# Форум 1С > Конфигурирование, программирование 1С - Предприятие > 1С - Предприятие 8.0, 8.1, 8.2, 8.3 >  Взломанная Альфа-Авто Автосалон Автосервис Автозапчасти ПРОФ, редакция 5.1.12.03

## Apocaliptic

В архиве чистая конфигурация
https://yadi.sk/d/KZoCWXaN3QD9gP

----------

Alerus (20.06.2018), avm3110 (01.12.2017), gsr11 (17.12.2017), karokz (13.03.2018), kmf1301 (01.12.2022), Manihey (10.12.2019), Migleon (28.12.2017), Traker77 (23.03.2018), Камиль77 (27.08.2018)

----------


## mr.arturich

Не работает(

----------


## Krab_roman

{ОбщийМодуль.зфЗащищенныеФ  ункцииСервер.Модуль(97)}: Значение не является значением объектного типа (Компонента)
	Компонента = ЛицензированиеСервер.Полу

----------


## Krab_roman

{ОбщийМодуль.зфЗащищенныеФ  ункцииСервер.Модуль(97)}: Значение не является значением объектного типа (Компонента)
	Компонента = ЛицензированиеСервер.Полу

----------


## Touch_of_soul

> В архиве чистая конфигурация
> https://yadi.sk/d/KZoCWXaN3QD9gP


отученная и работает с ней ФР? Кто ставил глюки есть?

----------


## Touch_of_soul

Кто ФР тестировал напишите..

----------


## boydrea

> Кто ФР тестировал напишите..


эта версия не работает(

----------


## boydrea

> Кто ФР тестировал напишите..


эта версия не работает вообще(

----------


## Touch_of_soul

> эта версия не работает вообще(


Жаль но моя хоть и релиз младше работает с оборудованием и + устранены баги что были в ФРОНТКАССИРЕ при печати ФР

----------

kmf1301 (01.12.2022)

----------


## kremich

> Жаль но моя хоть и релиз младше работает с оборудованием и + устранены баги что были в ФРОНТКАССИРЕ при печати ФР


Привет, а где твоя рабочая лежит?

----------


## SvetaS2019

Добрый день!
нужна конфигурация "Автосалон+Автосервис+Авто

----------


## SvetaS2019

Нужен Отладчик Защиты для Альфа-Авто: Автосалон+Автосервис+Автоз  апчасти КОРП. Редакция 6
Альфа-Авто: Автосалон+Автосервис+Автоз  апчасти КОРП. Редакция 6 (6.0.10.06)
ругается
Альфа-Авто: Автосалон+Автосервис+Автоз  апчасти КОРП, редакция 6.0
[18.10.2019 12:29:49]: {ОбщийМодуль.Лицензировани  еСервер.Модуль(161)}: Адрес сервера не указан
Код ошибки = 10000 (URL = )

----------


## safit

Вам оно действительно надо?
То что цена в 6-ки такая что явно ее будут еще пилить и пилить...
Её обзор смотрели?

----------


## denis85x

По ссылке пусто (( можете кинуть в личку хотябы?

----------


## Илья72

Ребята, всем привет!
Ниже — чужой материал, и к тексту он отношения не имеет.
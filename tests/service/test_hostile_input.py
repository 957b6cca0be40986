"""Hostile and sloppy input through the test client: body limits, loose types, huge numbers."""
import io
import json

import pytest

from tests.service.test_jobs_api import DECAY, PROBLEM, pointers, post

LIMIT = 2 * 1024 * 1024  # Settings.max_body_bytes


def chunked(client, path, data: bytes, **headers):
    """A body without Content-Length, as a server that de-chunks it presents it (gunicorn sets
    wsgi.input_terminated)."""
    return client.post(path, input_stream=io.BytesIO(data), content_type="application/json",
                       headers={"Transfer-Encoding": "chunked", **headers},
                       environ_overrides={"wsgi.input_terminated": True})


def test_a_chunked_body_over_the_limit_is_413_like_a_sized_one(client):
    valid = json.dumps(DECAY).encode()
    body = valid + b" " * (LIMIT + 1000)  # valid JSON cut at the limit: refused, not validated
    for r in (chunked(client, "/v1/jobs", body), post(client, body)):
        assert r.status_code == 413 and r.mimetype == PROBLEM
        assert str(LIMIT) in r.get_json()["detail"]


def test_a_chunked_body_with_trailing_garbage_past_the_limit_is_413(client):
    body = json.dumps(DECAY).encode() + b" " * (LIMIT - 200) + b"garbage" * 100
    r = chunked(client, "/v1/jobs", body)
    assert r.status_code == 413


def test_a_chunked_body_under_the_limit_is_read_whole(client):
    r = chunked(client, "/v1/jobs", json.dumps(DECAY).encode())
    assert r.status_code == 202, r.get_json()
    r = chunked(client, "/v1/jobs", json.dumps(DECAY).encode() + b" " * (LIMIT - 2000))
    assert r.status_code == 202


def test_a_chunked_body_over_the_limit_is_413_before_the_idempotency_fingerprint(client):
    body = json.dumps(DECAY).encode() + b" " * (LIMIT + 10)
    r = chunked(client, "/v1/jobs", body, **{"Idempotency-Key": "big-1"})
    assert r.status_code == 413


def test_a_chunked_batch_over_the_limit_is_413(client):
    r = chunked(client, "/v1/batches", b"{" + b" " * (LIMIT + 10) + b"}")
    assert r.status_code == 413


@pytest.mark.parametrize("value", ["yes", "true", 1, 0, None])
def test_nonnegative_takes_only_a_json_boolean(client, value):
    r = post(client, {**DECAY, "nonnegative": value})
    assert r.status_code == 422 and "/nonnegative" in pointers(r)
    assert "true or false" in pointers(r)["/nonnegative"]


def test_nonnegative_true_and_false_are_accepted(client):
    for value in (True, False):
        assert post(client, {**DECAY, "nonnegative": value}).status_code == 202


@pytest.mark.parametrize("section,value", [("ddt", 5), ("ddt", 5.5), ("ddt", True), ("ddt", {"x": 1})])
def test_a_ddt_that_is_not_a_string_is_refused_with_its_pointer(client, section, value):
    spec = {**DECAY, "model": {**DECAY["model"], "ddt": {"a": value}}}
    r = post(client, spec)
    assert r.status_code == 422, r.get_json()
    detail = pointers(r)["/model/ddt/a"]
    assert "expression written as a string" in detail


def test_derived_and_event_conditions_must_be_strings_too(client):
    model = {**DECAY["model"], "derived": {"half": 0.5}, "events": [{"name": "low", "when": 1}]}
    r = post(client, {**DECAY, "model": model})
    assert r.status_code == 422
    found = pointers(r)
    assert "string" in found["/model/derived/half"] and "string" in found["/model/events/0/when"]


def test_a_string_constant_in_ddt_is_fine(client):
    assert post(client, {**DECAY, "model": {**DECAY["model"], "ddt": {"a": "5"}}}).status_code == 202


def test_a_number_with_thousands_of_digits_gets_a_plain_message(client):
    body = '{"model": {"states": {"a": 1}, "ddt": {"a": "-a"}}, "span": [0, 1' + "0" * 5000 + "]}"
    r = post(client, body)
    assert r.status_code == 400 and r.mimetype == PROBLEM
    detail = r.get_json()["detail"]
    assert "5001 digits" in detail and "sys." not in detail and "set_int_max_str_digits" not in detail


def test_an_override_error_points_at_the_parameter_itself(client):
    r = post(client, {**DECAY, "parameters": {"k": "fast"}, "initial": {"a": None}})
    assert r.status_code == 422
    found = pointers(r)
    assert set(found) == {"/parameters/k", "/initial/a"}, found
    assert found["/parameters/k"] == "must be a number"


def test_an_override_that_is_not_an_object_is_refused(client):
    r = post(client, {**DECAY, "parameters": [1, 2]})
    assert r.status_code == 422 and "/parameters" in pointers(r)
У кого есть взломанная версия, по ссылке пусто!

----------


## Touch_of_soul

«Альфа-Авто: Автосалон+Автосервис+Автоз апчасти ПРОФ. Редакция 5»
5.1.26.03
=========
- Рекомендуемая версия платформы - 8.3.16.1502.
- Рекомендуемая версия сервера лицензирования - 2.0.12.397.
- Рекомендуемая версия компоненты защиты - 8.2.1.720.
- Рекомендуемая разрядность клиентского приложения, на компьютерах с подключением торгового оборудования - 32 (x86).
- В документах "Извлечение товаров из производства" и "Перемещение товаров в производство" в полях "Отпустил" и "Получил" при наборе в выпадающем списке не отображаются уволенные сотрудники. Для того, чтоб их выбрать необходимо перейти в список сотрудников и установить отбор "Показывать уволенных".
- Исправлено заполнение формы перемещения товаров в производство при выводе пользователю для заполнения кодов маркировки.
- Исправлена ошибка во фронте кассира при возврате последнего чека в кассовой смене.
- Для документов продажи при печати УПД и счет-фактуры выданной проставляется КПП обособленного подразделения, если оно указано грузополучателем.
- В зависимости от состояния права "выборочное списание по партиям" при создании на основании поступления товаров в колонке "Партия" указывается документ поступления и при смене складов отправителя/получателя остатки вычисляются с учетом партии.
- Восстановлена работа прав 60401 и 60402. Действия карточка клиента, заказ покупателя, взаиморасчеты отрабатывают.
- Для Пко/Рко/Выписки исключен способ расчета "передача", так как это денежные документы, а не товарные, и передачу товара этими документами не подразумеваем.
- Доработана печать кодов маркировки из заказа в табличный документ с выводом по рекомендации честного знака символа FNC1.
- При сканировании кодов маркировки полученных через Честный знак в pdf формате сканируются сканером штрихкодов в заказ кодов маркировки для только фиксирования состояния кода маркировки.
- Ускорено получение связанных работ при добавлении работы в АРМ Записи на ремонт.
- Исправлено заполнение связанных авторабот при копировании.
- Добавлена работа с кодами маркировки в документе Возврат поставщику.
- Перезаполнение контрагента и договора взаиморасчетов в корректировки реализации при смене основания.
- Изменен вывод сайта AudaPadWeb на русском языке при переходе по адресу www.audatex.ru с использованием ActiveX.
- Исправлена ошибка при загрузки прайс-листа контрагента из файла csv в режиме загрузки из новых файлов в автоматическом режиме.
- Исправлена настройка сохранения расписания регламентного задания.
- Исправлен вывод базовых опций в печатной форме Рабочий лист.
- Убрано 2-е поле Производитель, осталось поле в которое данные подтягиваются из справочника Номенклатура.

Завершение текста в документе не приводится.